*TASK DESCRIPTION*. A complete answer lists every line of the entries below where the string "SIGTERM" appears.

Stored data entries
_ _ _ _ _

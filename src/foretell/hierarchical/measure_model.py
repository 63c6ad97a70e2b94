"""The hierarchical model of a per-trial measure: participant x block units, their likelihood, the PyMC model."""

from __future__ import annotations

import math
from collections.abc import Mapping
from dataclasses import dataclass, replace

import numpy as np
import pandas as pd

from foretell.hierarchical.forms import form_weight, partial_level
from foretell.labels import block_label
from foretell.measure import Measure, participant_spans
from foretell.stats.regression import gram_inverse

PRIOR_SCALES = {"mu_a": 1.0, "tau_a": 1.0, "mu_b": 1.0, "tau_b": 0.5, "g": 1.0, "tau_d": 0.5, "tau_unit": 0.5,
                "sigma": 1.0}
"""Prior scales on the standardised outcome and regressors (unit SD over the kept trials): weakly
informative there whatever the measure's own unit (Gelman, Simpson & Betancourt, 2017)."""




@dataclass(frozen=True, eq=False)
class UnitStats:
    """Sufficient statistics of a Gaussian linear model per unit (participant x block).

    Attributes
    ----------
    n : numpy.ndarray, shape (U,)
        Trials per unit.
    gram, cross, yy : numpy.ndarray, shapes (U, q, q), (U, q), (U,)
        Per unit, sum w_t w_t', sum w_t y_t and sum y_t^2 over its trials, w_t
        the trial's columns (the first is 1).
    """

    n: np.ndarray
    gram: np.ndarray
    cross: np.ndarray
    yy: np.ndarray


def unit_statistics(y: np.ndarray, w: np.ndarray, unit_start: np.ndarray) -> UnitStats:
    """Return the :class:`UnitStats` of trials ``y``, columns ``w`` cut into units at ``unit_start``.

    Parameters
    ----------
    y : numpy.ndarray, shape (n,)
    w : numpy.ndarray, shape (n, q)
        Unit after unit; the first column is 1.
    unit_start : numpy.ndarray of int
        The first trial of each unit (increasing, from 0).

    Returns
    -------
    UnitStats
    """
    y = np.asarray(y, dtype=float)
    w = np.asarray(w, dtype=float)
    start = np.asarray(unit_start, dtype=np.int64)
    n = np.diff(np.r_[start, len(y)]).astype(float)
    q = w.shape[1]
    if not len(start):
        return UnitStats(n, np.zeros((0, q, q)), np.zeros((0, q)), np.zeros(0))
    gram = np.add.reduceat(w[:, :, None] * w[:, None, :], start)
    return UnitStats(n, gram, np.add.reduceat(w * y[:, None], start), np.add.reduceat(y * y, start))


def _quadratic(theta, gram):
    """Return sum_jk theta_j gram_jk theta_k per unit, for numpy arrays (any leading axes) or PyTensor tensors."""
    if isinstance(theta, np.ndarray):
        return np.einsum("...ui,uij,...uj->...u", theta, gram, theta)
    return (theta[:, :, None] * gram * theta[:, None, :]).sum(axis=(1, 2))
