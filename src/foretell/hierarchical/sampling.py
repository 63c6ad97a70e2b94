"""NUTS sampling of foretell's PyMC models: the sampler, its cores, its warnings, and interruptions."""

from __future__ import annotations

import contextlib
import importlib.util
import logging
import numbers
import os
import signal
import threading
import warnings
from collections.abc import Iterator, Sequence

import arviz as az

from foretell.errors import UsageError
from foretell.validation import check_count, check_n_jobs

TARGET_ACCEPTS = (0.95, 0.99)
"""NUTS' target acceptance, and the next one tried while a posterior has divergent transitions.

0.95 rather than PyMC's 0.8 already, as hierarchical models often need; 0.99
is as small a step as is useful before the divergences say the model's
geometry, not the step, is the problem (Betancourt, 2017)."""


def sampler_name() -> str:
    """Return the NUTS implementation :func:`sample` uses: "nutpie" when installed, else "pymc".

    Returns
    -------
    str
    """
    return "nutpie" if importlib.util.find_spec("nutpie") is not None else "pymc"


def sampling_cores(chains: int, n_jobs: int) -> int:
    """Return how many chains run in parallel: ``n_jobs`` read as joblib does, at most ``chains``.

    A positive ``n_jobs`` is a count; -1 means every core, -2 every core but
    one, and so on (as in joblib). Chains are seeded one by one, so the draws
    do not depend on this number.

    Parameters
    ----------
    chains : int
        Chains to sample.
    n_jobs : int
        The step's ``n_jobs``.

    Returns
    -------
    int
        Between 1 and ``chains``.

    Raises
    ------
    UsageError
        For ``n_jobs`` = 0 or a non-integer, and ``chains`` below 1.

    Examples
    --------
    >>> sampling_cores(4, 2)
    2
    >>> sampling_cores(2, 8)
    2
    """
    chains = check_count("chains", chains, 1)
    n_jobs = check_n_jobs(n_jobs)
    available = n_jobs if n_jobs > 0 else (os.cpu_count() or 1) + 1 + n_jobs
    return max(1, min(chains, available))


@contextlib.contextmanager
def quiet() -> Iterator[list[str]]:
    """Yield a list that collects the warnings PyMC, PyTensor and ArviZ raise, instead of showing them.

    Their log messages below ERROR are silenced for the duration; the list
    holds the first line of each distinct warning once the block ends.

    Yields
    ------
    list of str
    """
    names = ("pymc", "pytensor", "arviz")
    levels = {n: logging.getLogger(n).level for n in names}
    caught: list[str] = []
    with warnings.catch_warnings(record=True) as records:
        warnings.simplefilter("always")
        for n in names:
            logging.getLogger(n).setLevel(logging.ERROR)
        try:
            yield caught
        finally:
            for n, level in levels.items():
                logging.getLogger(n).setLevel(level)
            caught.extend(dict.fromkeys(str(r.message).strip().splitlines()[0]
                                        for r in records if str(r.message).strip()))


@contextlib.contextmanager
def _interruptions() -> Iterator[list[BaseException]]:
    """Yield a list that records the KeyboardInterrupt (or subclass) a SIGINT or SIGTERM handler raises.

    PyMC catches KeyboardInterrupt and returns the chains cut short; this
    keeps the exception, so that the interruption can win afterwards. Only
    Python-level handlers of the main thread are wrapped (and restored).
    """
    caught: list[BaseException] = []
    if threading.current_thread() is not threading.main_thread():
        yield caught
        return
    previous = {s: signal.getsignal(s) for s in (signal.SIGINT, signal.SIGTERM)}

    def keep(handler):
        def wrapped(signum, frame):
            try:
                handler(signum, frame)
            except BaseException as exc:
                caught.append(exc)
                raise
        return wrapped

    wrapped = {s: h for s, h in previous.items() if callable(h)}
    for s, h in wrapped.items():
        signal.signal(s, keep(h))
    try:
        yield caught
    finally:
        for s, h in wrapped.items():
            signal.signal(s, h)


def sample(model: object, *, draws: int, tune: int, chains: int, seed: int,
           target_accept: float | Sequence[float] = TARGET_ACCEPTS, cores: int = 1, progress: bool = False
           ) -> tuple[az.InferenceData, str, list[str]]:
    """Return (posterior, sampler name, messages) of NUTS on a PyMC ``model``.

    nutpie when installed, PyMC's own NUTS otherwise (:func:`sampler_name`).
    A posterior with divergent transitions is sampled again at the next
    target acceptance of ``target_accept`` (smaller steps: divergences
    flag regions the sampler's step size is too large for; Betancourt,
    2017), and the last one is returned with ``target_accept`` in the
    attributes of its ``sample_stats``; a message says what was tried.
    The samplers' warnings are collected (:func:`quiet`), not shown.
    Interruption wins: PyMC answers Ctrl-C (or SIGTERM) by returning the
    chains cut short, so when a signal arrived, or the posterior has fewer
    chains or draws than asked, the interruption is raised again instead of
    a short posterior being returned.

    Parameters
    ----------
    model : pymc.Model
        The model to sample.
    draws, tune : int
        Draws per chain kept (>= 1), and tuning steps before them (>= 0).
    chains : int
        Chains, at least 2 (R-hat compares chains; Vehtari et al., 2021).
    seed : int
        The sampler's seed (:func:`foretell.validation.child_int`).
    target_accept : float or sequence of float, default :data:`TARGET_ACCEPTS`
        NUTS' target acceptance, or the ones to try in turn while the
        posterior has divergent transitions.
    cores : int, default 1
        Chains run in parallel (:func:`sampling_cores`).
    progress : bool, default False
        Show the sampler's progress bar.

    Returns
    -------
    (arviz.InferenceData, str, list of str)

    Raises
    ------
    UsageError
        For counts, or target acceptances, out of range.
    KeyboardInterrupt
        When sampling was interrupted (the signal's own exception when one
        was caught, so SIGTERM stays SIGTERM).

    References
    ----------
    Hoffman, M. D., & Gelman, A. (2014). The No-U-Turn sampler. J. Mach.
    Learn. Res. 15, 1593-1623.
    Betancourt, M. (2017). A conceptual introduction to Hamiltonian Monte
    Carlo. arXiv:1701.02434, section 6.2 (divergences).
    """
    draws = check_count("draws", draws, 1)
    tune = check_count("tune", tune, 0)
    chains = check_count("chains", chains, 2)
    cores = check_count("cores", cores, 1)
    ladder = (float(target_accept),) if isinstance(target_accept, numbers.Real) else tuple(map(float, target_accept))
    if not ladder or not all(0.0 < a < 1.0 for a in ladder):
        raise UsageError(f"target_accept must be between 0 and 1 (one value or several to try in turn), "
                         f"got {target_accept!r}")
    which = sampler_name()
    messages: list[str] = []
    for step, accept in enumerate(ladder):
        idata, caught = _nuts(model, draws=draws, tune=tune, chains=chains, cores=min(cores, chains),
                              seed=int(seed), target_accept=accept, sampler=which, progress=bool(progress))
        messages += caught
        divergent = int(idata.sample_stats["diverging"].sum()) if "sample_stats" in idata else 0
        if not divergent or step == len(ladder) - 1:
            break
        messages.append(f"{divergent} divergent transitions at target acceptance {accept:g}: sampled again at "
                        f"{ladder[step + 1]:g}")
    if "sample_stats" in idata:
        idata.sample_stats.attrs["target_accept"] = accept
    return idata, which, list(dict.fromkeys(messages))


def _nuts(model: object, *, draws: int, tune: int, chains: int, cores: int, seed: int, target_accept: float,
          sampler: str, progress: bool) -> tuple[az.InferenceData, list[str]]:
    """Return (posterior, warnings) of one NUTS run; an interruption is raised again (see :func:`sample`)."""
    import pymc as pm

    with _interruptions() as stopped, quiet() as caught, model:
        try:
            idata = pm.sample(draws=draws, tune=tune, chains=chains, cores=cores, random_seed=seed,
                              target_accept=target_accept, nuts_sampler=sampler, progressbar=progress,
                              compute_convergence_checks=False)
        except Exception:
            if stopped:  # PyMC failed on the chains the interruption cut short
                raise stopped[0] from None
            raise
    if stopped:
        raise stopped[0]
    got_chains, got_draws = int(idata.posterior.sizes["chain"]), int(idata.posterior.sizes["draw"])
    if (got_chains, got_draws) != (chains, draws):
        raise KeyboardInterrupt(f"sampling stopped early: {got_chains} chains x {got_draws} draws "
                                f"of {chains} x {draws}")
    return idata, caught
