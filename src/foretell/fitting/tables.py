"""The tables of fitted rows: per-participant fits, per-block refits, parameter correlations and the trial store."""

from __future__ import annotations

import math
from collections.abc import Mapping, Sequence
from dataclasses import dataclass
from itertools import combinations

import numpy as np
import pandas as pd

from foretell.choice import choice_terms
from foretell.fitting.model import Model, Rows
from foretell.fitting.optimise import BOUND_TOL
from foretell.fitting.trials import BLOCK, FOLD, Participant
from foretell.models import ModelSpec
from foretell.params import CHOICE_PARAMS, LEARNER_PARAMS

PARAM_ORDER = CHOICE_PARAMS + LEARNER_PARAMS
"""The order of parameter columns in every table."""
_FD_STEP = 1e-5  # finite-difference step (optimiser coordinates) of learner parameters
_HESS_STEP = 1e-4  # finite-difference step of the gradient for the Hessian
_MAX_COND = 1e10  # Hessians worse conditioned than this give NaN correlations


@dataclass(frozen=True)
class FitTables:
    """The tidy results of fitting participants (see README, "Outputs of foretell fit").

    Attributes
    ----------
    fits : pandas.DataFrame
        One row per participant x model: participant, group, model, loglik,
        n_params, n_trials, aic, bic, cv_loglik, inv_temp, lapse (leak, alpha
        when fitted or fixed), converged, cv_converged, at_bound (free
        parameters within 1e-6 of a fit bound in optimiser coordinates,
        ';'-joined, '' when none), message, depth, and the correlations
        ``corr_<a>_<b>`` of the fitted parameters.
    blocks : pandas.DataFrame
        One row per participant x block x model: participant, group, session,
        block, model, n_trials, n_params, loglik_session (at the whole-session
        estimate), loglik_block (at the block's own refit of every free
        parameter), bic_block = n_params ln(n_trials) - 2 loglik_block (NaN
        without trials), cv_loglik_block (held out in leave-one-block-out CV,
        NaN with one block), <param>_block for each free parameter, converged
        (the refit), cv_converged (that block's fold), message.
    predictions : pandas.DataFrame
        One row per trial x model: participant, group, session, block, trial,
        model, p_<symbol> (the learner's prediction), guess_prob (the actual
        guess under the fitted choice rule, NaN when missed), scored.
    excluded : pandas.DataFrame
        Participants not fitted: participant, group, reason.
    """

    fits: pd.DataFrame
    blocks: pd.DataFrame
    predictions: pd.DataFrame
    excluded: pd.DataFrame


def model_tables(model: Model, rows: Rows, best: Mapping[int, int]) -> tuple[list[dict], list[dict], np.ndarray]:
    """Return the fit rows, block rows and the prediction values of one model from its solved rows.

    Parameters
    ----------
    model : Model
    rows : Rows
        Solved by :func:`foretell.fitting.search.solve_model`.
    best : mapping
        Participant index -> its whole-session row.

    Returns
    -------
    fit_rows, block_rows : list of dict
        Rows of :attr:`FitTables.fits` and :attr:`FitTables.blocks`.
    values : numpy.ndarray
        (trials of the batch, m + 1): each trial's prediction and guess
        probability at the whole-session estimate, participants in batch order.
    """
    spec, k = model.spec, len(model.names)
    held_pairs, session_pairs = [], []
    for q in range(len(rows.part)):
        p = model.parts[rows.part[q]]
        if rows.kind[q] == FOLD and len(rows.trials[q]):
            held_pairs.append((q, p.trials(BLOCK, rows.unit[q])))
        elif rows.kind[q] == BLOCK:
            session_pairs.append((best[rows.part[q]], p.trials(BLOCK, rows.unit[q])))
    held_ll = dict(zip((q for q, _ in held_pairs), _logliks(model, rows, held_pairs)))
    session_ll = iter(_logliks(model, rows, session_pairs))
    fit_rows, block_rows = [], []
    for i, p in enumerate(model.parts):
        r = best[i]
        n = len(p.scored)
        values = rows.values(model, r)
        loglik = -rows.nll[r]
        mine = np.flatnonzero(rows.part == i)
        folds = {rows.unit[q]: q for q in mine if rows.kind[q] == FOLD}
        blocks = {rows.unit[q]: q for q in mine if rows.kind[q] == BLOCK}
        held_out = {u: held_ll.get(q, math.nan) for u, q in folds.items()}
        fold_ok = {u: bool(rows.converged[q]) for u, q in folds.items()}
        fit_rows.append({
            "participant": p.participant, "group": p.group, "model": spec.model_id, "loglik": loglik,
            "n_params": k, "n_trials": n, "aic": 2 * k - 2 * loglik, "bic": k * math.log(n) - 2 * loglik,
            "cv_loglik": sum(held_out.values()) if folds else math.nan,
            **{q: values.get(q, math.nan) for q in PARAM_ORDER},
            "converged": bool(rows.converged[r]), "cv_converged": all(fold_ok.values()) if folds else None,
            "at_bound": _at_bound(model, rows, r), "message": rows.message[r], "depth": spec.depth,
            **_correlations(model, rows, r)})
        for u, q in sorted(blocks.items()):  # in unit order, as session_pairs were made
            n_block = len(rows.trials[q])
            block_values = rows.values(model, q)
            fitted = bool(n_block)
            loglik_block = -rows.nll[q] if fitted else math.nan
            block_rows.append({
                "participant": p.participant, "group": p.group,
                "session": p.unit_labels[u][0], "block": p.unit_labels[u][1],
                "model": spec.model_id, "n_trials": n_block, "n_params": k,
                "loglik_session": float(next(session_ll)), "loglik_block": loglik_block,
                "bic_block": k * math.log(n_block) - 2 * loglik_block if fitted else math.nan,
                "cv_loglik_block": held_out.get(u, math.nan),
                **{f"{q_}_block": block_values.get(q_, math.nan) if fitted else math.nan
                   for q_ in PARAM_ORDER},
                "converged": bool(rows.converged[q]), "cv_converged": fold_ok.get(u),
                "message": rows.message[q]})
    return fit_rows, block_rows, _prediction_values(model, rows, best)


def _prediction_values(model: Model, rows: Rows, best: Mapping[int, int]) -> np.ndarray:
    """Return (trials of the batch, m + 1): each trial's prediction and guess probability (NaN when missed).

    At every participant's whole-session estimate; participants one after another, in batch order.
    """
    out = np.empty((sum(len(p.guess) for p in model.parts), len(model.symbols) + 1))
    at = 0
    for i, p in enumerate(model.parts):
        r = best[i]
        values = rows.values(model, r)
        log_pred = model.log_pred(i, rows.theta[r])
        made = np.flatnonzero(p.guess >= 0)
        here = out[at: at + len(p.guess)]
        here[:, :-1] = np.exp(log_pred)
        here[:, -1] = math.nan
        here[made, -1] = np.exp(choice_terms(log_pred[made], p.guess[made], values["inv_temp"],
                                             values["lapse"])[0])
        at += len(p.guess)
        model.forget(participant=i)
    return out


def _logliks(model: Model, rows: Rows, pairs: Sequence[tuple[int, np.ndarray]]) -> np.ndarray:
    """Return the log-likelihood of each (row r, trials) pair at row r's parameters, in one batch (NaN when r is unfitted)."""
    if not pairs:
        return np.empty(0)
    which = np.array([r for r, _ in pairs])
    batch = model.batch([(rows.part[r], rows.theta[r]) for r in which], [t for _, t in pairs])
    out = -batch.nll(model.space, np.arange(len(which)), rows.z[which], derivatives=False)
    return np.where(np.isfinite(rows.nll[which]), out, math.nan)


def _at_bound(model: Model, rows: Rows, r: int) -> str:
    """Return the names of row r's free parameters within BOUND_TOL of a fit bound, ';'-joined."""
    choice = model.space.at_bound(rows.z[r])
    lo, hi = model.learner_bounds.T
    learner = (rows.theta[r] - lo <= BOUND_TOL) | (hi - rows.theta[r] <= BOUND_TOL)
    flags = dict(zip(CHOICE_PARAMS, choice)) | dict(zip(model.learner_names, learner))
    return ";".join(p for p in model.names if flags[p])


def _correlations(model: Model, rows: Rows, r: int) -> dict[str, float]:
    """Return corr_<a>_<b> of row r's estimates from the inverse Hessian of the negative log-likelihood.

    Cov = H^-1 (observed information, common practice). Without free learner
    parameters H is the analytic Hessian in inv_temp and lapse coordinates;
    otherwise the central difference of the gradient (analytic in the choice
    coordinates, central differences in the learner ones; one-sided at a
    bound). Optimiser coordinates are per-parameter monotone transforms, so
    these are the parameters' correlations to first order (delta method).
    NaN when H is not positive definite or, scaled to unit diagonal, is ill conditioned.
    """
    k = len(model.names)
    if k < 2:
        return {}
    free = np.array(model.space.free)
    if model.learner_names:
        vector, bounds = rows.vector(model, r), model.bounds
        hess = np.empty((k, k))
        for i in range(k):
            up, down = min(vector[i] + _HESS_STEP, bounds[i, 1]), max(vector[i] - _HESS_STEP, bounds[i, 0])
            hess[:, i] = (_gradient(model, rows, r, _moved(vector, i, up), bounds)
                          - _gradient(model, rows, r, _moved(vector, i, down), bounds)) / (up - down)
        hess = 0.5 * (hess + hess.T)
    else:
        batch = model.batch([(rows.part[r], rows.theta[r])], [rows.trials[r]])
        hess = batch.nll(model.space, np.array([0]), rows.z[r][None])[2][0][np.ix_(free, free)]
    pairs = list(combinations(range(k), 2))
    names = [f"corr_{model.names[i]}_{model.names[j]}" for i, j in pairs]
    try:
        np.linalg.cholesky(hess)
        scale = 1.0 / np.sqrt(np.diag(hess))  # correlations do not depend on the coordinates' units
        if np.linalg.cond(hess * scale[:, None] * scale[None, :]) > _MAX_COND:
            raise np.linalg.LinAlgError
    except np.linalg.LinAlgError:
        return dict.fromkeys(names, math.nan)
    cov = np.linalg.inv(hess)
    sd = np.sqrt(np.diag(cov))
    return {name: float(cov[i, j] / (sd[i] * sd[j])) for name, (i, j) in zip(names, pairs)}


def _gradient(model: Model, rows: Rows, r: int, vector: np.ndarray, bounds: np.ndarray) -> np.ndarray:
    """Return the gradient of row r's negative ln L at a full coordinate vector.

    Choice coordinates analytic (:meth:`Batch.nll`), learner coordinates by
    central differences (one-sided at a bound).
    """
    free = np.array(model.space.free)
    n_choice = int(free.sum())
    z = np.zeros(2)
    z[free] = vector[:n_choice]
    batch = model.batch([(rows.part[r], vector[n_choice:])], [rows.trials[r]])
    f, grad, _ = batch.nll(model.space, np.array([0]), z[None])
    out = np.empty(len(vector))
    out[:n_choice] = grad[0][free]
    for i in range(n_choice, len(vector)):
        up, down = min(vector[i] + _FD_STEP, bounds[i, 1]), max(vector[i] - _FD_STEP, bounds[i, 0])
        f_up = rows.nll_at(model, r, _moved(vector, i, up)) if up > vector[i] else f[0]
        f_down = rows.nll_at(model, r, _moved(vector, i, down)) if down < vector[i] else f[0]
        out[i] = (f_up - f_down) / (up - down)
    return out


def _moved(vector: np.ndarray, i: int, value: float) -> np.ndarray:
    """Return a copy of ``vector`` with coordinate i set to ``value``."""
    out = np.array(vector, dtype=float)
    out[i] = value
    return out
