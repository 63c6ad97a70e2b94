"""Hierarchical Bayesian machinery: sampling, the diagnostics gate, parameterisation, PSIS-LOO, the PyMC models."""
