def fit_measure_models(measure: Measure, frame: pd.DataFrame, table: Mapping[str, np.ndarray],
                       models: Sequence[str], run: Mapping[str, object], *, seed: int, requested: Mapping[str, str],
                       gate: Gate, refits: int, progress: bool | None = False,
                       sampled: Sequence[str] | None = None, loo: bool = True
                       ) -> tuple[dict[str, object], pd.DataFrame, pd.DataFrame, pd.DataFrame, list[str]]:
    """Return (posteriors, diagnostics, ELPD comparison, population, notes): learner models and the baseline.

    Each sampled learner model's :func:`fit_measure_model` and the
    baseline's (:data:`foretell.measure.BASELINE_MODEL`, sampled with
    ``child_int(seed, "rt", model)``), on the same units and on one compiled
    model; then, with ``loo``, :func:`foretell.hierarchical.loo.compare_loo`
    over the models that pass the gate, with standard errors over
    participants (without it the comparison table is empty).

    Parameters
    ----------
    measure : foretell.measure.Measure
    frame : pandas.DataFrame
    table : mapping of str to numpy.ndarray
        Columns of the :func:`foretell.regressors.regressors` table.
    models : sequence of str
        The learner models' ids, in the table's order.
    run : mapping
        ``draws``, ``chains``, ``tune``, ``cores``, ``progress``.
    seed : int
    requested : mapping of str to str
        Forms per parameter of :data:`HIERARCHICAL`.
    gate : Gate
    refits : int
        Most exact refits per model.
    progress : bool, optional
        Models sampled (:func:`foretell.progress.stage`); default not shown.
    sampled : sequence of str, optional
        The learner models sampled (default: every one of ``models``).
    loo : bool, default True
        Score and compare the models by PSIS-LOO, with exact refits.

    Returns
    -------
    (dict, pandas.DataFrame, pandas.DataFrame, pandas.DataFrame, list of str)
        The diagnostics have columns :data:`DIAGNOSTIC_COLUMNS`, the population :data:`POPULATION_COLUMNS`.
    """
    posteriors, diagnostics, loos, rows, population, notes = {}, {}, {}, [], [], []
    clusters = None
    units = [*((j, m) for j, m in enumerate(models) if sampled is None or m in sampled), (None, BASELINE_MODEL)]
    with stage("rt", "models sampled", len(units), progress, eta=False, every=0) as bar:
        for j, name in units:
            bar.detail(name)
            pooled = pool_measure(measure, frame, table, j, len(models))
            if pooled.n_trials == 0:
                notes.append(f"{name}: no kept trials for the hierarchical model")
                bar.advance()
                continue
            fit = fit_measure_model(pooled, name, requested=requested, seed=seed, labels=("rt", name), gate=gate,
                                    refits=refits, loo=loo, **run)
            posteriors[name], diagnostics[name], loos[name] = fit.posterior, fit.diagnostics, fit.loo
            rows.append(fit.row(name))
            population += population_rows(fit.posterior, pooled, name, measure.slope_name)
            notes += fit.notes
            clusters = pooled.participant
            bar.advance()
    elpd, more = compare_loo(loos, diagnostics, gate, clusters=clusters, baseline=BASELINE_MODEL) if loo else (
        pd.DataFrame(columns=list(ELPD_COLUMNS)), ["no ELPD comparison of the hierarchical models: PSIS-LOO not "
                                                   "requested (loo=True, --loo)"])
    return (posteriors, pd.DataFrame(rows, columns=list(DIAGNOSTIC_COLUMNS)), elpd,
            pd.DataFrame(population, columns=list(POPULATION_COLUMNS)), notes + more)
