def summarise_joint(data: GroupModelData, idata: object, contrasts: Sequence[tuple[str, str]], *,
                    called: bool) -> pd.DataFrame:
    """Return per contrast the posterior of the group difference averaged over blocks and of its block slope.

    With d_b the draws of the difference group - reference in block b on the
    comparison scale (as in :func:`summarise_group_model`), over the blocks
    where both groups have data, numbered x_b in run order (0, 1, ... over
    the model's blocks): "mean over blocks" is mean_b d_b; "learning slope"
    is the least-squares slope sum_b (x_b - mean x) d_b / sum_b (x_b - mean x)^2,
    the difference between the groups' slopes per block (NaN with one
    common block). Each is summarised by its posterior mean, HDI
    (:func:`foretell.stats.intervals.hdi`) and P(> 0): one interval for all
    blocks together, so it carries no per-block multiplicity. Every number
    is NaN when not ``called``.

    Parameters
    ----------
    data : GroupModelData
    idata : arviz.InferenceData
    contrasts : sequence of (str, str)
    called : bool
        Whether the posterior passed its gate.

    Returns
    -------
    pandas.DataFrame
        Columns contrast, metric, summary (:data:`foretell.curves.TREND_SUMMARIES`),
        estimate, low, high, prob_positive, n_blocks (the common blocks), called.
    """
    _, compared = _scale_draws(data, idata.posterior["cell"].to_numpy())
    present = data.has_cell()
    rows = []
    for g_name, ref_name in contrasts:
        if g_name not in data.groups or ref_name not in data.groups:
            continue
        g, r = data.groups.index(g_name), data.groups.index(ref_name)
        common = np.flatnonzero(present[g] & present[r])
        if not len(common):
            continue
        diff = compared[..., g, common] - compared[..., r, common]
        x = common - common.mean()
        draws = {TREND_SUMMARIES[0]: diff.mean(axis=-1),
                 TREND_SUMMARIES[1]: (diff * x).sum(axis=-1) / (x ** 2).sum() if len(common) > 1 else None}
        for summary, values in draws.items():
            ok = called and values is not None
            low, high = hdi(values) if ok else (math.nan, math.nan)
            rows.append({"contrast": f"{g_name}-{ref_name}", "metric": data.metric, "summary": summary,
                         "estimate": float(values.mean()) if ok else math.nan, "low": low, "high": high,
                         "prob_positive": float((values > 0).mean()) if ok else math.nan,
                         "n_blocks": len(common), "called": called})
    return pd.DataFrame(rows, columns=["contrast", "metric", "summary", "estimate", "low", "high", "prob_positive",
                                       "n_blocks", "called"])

_ _ _ _ _

*TASK ANSWER*.
    """Yield a list that records the KeyboardInterrupt (or subclass) a SIGINT or SIGTERM handler raises.
    previous = {s: signal.getsignal(s) for s in (signal.SIGINT, signal.SIGTERM)}
    Interruption wins: PyMC answers Ctrl-C (or SIGTERM) by returning the
        was caught, so SIGTERM stays SIGTERM).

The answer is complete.